Write out every entry once more, character for character.

**DATASET EXTRACT:**
|---|
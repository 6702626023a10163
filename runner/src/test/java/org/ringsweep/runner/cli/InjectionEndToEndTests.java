package org.ringsweep.runner.cli;

import static org.junit.jupiter.api.Assertions.assertEquals;
import static org.junit.jupiter.api.Assertions.assertFalse;
import static org.junit.jupiter.api.Assertions.assertTrue;

import java.io.IOException;
import java.nio.file.Files;
import java.nio.file.Path;
import java.util.List;
import java.util.stream.Stream;
import org.junit.jupiter.api.Test;
import org.junit.jupiter.api.io.TempDir;
import org.ringsweep.runner.testing.Ngspice;

/**
 * A net file whose names try to smuggle simulator commands into the deck (ngspice.md §8: shell,
 * .include, .control, output redirection, comments, continuation lines, ../ paths) is simulated
 * end to end: the deck holds none of it as a command, and nothing is written outside --out.
 */
class InjectionEndToEndTests {
    @TempDir
    Path work;

    @Test
    void craftedNamesRunNothingAndWriteNothingOutsideTheOutputFolder() throws IOException {
        Ngspice.require();
        Path sentinel = work.resolve("pwned");
        Path out = work.resolve("out");
        // The net name is free text (formats.md), so it carries whole lines of deck and control syntax.
        String evil = "\"X\\n.control\\nshell touch " + sentinel + "\\nquit\\n.endc\\n* ; $ `touch " + sentinel + "` ../../escape\"";
        // Point, id and corner names may not hold blanks, `/` or `=` (paths use them), but everything else.
        String drv = "\"U1.1;.include;`touch_" + sentinel.getFileName() + "`\"";
        String rcv = "\"..U2;1$shell>pwned\"";
        String junction = "\"*J1+.control\"";
        String net = "format: ringsweep/net-1\n"
                + "net: " + evil + "\n"
                + "rails: { VCC: 3.3 }\n"
                + "drivers:\n  - { pin: " + drv + ", model: ramp, v_high: VCC, rise: 1ns, r_out: 20 }\n"
                + "receivers:\n  - { pin: " + rcv + ", model: cmos, c_in: 2pF, vih: 2.0, vil: 0.8 }\n"
                + "segments:\n  - { id: \"TL1;.endc\", from: " + drv + ", to: " + junction + ", z0: 50, delay: 1ns }\n"
                + "  - { from: " + junction + ", to: " + rcv + ", z0: 50, delay: 0.5ns }\n"
                + "corners:\n  \"..;shell\": { \"U1.1;.include;`touch_" + sentinel.getFileName() + "`/rise\": 2ns }\n";
        Path netFile = work.resolve("evil.yaml");
        Files.writeString(netFile, net);
        CliRun run = CliRun.of("check", "--corners", "--out", out.toString(), netFile.toString());
        assertTrue(run.exitCode() == 0 || run.exitCode() == 1, () -> run.exitCode() + "\n" + run.err() + run.out());
        assertFalse(Files.exists(sentinel), "a shell command from user text ran");
        List<Path> written;
        try (Stream<Path> s = Files.walk(work)) {
            written = s.filter(Files::isRegularFile).toList();
        }
        for (Path p : written) {
            assertTrue(p.equals(netFile) || p.startsWith(out), "written outside --out: " + p);
        }
        List<Path> decks = written.stream().filter(p -> p.toString().endsWith(".cir")).toList();
        assertEquals(2, decks.size(), written.toString());
        for (Path deck : decks) {
            String text = Files.readString(deck);
            for (String line : text.split("\n")) {
                if (line.startsWith("*")) {
                    continue; // comment lines carry the escaped names for humans
                }
                String lower = line.toLowerCase(java.util.Locale.ROOT);
                assertFalse(lower.startsWith("shell") || lower.contains(" shell ") || lower.contains("`"), line);
                assertFalse(lower.contains(".include"), line);
                assertFalse(lower.contains(".endc") && !lower.equals(".endc"), line);
            }
            assertEquals(1, text.split("\n\\.control", -1).length - 1, "exactly our one .control block:\n" + text);
            for (String line : text.split("\n")) {
                assertFalse(line.startsWith("+"), "no continuation line from user text: " + line);
                assertFalse(line.contains(">"), "no redirection: " + line);
            }
        }
    }
}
|---|
**WRITTEN RESPONSE:**
repository 6702626023a10163
filename runner/src/test/java/org/ringsweep/runner/cli/InjectionEndToEndTests.java
package org.ringsweep.runner.cli;

import static org.junit.jupiter.api.Assertions.assertEquals;
import static org.junit.jupiter.api.Assertions.assertFalse;
import static org.junit.jupiter.api.Assertions.assertTrue;

import java.io.IOException;
import java.nio.file.Files;
import java.nio.file.Path;
import java.util.List;
import java.util.stream.Stream;
import org.junit.jupiter.api.Test;
import org.junit.jupiter.api.io.TempDir;
import org.ringsweep.runner.testing.Ngspice;

/**
 * A net file whose names try to smuggle simulator commands into the deck (ngspice.md §8: shell,
 * .include, .control, output redirection, comments, continuation lines, ../ paths) is simulated
 * end to end: the deck holds none of it as a command, and nothing is written outside --out.
 */
class InjectionEndToEndTests {
    @TempDir
    Path work;

    @Test
    void craftedNamesRunNothingAndWriteNothingOutsideTheOutputFolder() throws IOException {
        Ngspice.require();
        Path sentinel = work.resolve("pwned");
        Path out = work.resolve("out");
        // The net name is free text (formats.md), so it carries whole lines of deck and control syntax.
        String evil = "\"X\\n.control\\nshell touch " + sentinel + "\\nquit\\n.endc\\n* ; $ `touch " + sentinel + "` ../../escape\"";
        // Point, id and corner names may not hold blanks, `/` or `=` (paths use them), but everything else.
        String drv = "\"U1.1;.include;`touch_" + sentinel.getFileName() + "`\"";
        String rcv = "\"..U2;1$shell>pwned\"";
        String junction = "\"*J1+.control\"";
        String net = "format: ringsweep/net-1\n"
                + "net: " + evil + "\n"
                + "rails: { VCC: 3.3 }\n"
                + "drivers:\n  - { pin: " + drv + ", model: ramp, v_high: VCC, rise: 1ns, r_out: 20 }\n"
                + "receivers:\n  - { pin: " + rcv + ", model: cmos, c_in: 2pF, vih: 2.0, vil: 0.8 }\n"
                + "segments:\n  - { id: \"TL1;.endc\", from: " + drv + ", to: " + junction + ", z0: 50, delay: 1ns }\n"
                + "  - { from: " + junction + ", to: " + rcv + ", z0: 50, delay: 0.5ns }\n"
                + "corners:\n  \"..;shell\": { \"U1.1;.include;`touch_" + sentinel.getFileName() + "`/rise\": 2ns }\n";
        Path netFile = work.resolve("evil.yaml");
        Files.writeString(netFile, net);
        CliRun run = CliRun.of("check", "--corners", "--out", out.toString(), netFile.toString());
        assertTrue(run.exitCode() == 0 || run.exitCode() == 1, () -> run.exitCode() + "\n" + run.err() + run.out());
        assertFalse(Files.exists(sentinel), "a shell command from user text ran");
        List<Path> written;
        try (Stream<Path> s = Files.walk(work)) {
            written = s.filter(Files::isRegularFile).toList();
        }
        for (Path p : written) {
            assertTrue(p.equals(netFile) || p.startsWith(out), "written outside --out: " + p);
        }
        List<Path> decks = written.stream().filter(p -> p.toString().endsWith(".cir")).toList();
        assertEquals(2, decks.size(), written.toString());
        for (Path deck : decks) {
            String text = Files.readString(deck);
            for (String line : text.split("\n")) {
                if (line.startsWith("*")) {
                    continue; // comment lines carry the escaped names for humans
                }
                String lower = line.toLowerCase(java.util.Locale.ROOT);
                assertFalse(lower.startsWith("shell") || lower.contains(" shell ") || lower.contains("`"), line);
                assertFalse(lower.contains(".include"), line);
                assertFalse(lower.contains(".endc") && !lower.equals(".endc"), line);
            }
            assertEquals(1, text.split("\n\\.control", -1).length - 1, "exactly our one .control block:\n" + text);
            for (String line : text.split("\n")) {
                assertFalse(line.startsWith("+"), "no continuation line from user text: " + line);
                assertFalse(line.contains(">"), "no redirection: " + line);
            }
        }
    }
}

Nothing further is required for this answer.